Gorgeous kitties Sussexbythesea!

Well the tree (un-decorated, I hasten to add) was erected last night. It's clear from the shaping of the branches that there has been some climbing going on, and one of the boys (with the black bits) has been seen halfway up it but it hasn't yet toppled. So far, so good I think!


----------



## Theocat (10 December 2017)

My tree lives in the living room with the houseplants, and the door is locked if we're not in there.  One well-behaved 18 month old will quietly reverse back out of the bottom branches if I merely mention his name in meaningful fashion. The other ninja assassin 18 month old is still casing the joint for a hit and run.


----------



## ycbm (10 December 2017)

We put a Perspex sheet in front of ours, and were cruel enough to howl with laughter the first time they ran slap band into it because they couldn't see it 

Love your ginger SbS, I want another. We lost ours to heart failure a year ago.


----------



## DD265 (18 December 2017)

I'm sorry YCBM 

Well the decorated tree lasted 48 hours. We've had to take the lights off, after the all white one chewed completely through the cable (took me ages to figure out why they weren't working) and had a go at some of the actual lights too.
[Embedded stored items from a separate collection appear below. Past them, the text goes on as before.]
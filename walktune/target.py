"""Load a user's log-density from ``path/to/file.py:function`` or ``package.module:function``.

A model file may declare, beside the function, module-level settings that the
command line uses unless its options override them:

``PARAMETERS``
    A list of names, or a dict ``{name: start value}``.
``START``
    Start values (a list in the order of ``PARAMETERS``), when ``PARAMETERS`` is a list.
``BOUNDS``
    ``{name: (low, high)}``; use ``None`` or ``float("inf")`` for an open side.
``VECTORIZED``
    True when the function takes an (n, d) batch and returns (n,) values.
``LOG_PRIOR``
    The name of a function in the same file giving the log-prior; the target
    function is then the log-likelihood (enables the likelihood-informed
    subspace and the reduced-basis sampler).
``PRIOR``
    Instead of ``LOG_PRIOR``: ``{name: ("normal", mean, sd) or ("uniform", low, high)}``;
    the target function is then the log-likelihood.
``TRANSFORMS``
    ``{name: kind}`` forcing a transform (identity, log, neglog, logit).
"""

from __future__ import annotations

import hashlib
import importlib
import importlib.util
import sys
import traceback
from dataclasses import dataclass, field
from pathlib import Path
from typing import Callable

import numpy as np

from .errors import TargetError


@dataclass
class ModelSpec:
    """A loaded log-density and what its module declares about it."""

    function: Callable
    label: str
    names: list | None = None
    start: np.ndarray | None = None
    bounds: dict = field(default_factory=dict)
    vectorized: bool = False
    log_prior: Callable | None = None
    prior: dict | None = None
    transforms: dict = field(default_factory=dict)
    #: The target with a file path made absolute, so that it names the same model from any folder.
    canonical: str = ""
    #: SHA-256 of the model's source file (None when it has none), to tell whether a model changed.
    source_digest: str | None = None
    #: The model's source file (absolute; None when it has none).
    source_file: str | None = None


def _import_file(path: Path):
    if not path.exists():
        raise TargetError(f"model file {path} does not exist; check the path before ':'.")
    if path.suffix != ".py":
        raise TargetError(f"model file {path} must be a Python file ending in .py.")
    # A stable module name per file, registered so the function can be pickled by reference.
    digest = hashlib.sha1(str(path.resolve()).encode()).hexdigest()[:10]
    name = f"walktune_model_{path.stem}_{digest}"
    spec = importlib.util.spec_from_file_location(name, path)
    module = importlib.util.module_from_spec(spec)
    sys.modules[name] = module
    folder = str(path.resolve().parent)
    added = folder not in sys.path
    if added:
        sys.path.insert(0, folder)
    try:
        spec.loader.exec_module(module)
    except Exception as error:
        sys.modules.pop(name, None)
        raise TargetError(f"importing {path} failed: {_where(error)}; fix the model file.") from None
    finally:
        if added:
            sys.path.remove(folder)
    return module


def _where(error: BaseException) -> str:
    frames = traceback.extract_tb(error.__traceback__)
    line = f" (line {frames[-1].lineno} of {Path(frames[-1].filename).name})" if frames else ""
    return f"{type(error).__name__}: {error}{line}"


def _start_values(values, setting: str, where: str) -> np.ndarray:
    """Start values declared in a model file, as numbers (a one-line error names the setting otherwise)."""
    try:
        return np.asarray(values, dtype=float)
    except (TypeError, ValueError):
        raise TargetError(
            f"{setting} in {where} must give a number as each start value; got {values!r}."
        ) from None


def load_target(target: str) -> ModelSpec:
    """Load ``file.py:function`` or ``package.module:function`` and its declared settings."""
    if ":" not in target:
        raise TargetError(
            f"target {target!r} must look like path/to/model.py:function or package.module:function."
        )
    where, _, function_name = target.rpartition(":")
    if not where or not function_name.isidentifier():
        raise TargetError(f"target {target!r} must name a function after ':', e.g. model.py:log_posterior.")
    if where.endswith(".py") or "/" in where or "\\" in where:
        module = _import_file(Path(where))
    else:
        try:
            module = importlib.import_module(where)
        except ModuleNotFoundError as error:
            raise TargetError(f"cannot import module {where!r} ({error}); is it installed or on PYTHONPATH?") from None
        except Exception as error:
            raise TargetError(f"importing {where} failed: {_where(error)}; fix the module.") from None
    function = getattr(module, function_name, None)
    if function is None:
        available = sorted(n for n, v in vars(module).items() if callable(v) and not n.startswith("_"))
        hint = f" (callables there: {', '.join(available[:8])})" if available else ""
        raise TargetError(f"{where} has no function {function_name!r}{hint}.")
    if not callable(function):
        raise TargetError(f"{where}:{function_name} is not a function.")
    spec = ModelSpec(function=function, label=target, canonical=target)
    source = getattr(module, "__file__", None)
    if source and Path(source).is_file():
        spec.source_digest = hashlib.sha256(Path(source).read_bytes()).hexdigest()
        spec.source_file = str(Path(source).resolve())
    if where.endswith(".py") or "/" in where or "\\" in where:
        spec.canonical = f"{Path(where).resolve()}:{function_name}"
    parameters = getattr(module, "PARAMETERS", None)
    if isinstance(parameters, dict):
        spec.names = [str(k) for k in parameters]
        spec.start = _start_values(list(parameters.values()), "PARAMETERS", where)
    elif parameters is not None:
        spec.names = [str(k) for k in parameters]
    start = getattr(module, "START", None)
    if start is not None:
        spec.start = np.atleast_1d(_start_values(start, "START", where))
    spec.bounds = dict(getattr(module, "BOUNDS", {}) or {})
    spec.vectorized = bool(getattr(module, "VECTORIZED", False))
    prior_name = getattr(module, "LOG_PRIOR", None)
    if prior_name is not None:
        spec.log_prior = getattr(module, str(prior_name), None)
        if not callable(spec.log_prior):
            raise TargetError(f"LOG_PRIOR names {prior_name!r}, which is not a function in {where}.")
    spec.prior = getattr(module, "PRIOR", None)
    spec.transforms = dict(getattr(module, "TRANSFORMS", {}) or {})
    return spec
The (cheap!) baubles remain valiantly hanging, although I did find one on the wrong side of the room this afternoon.

This is why we can't have nice things. I may have threatened to treat myself to a new pair of slippers earlier!


----------



## Sussexbythesea (18 December 2017)

Actually I was quite disappointed that my two were not impressed with my sad excuse for a Christmas tree


----------



## Sussexbythesea (18 December 2017)

ycbm said:



			Love your ginger SbS, I want another. We lost ours to heart failure a year ago
		
Click to expand...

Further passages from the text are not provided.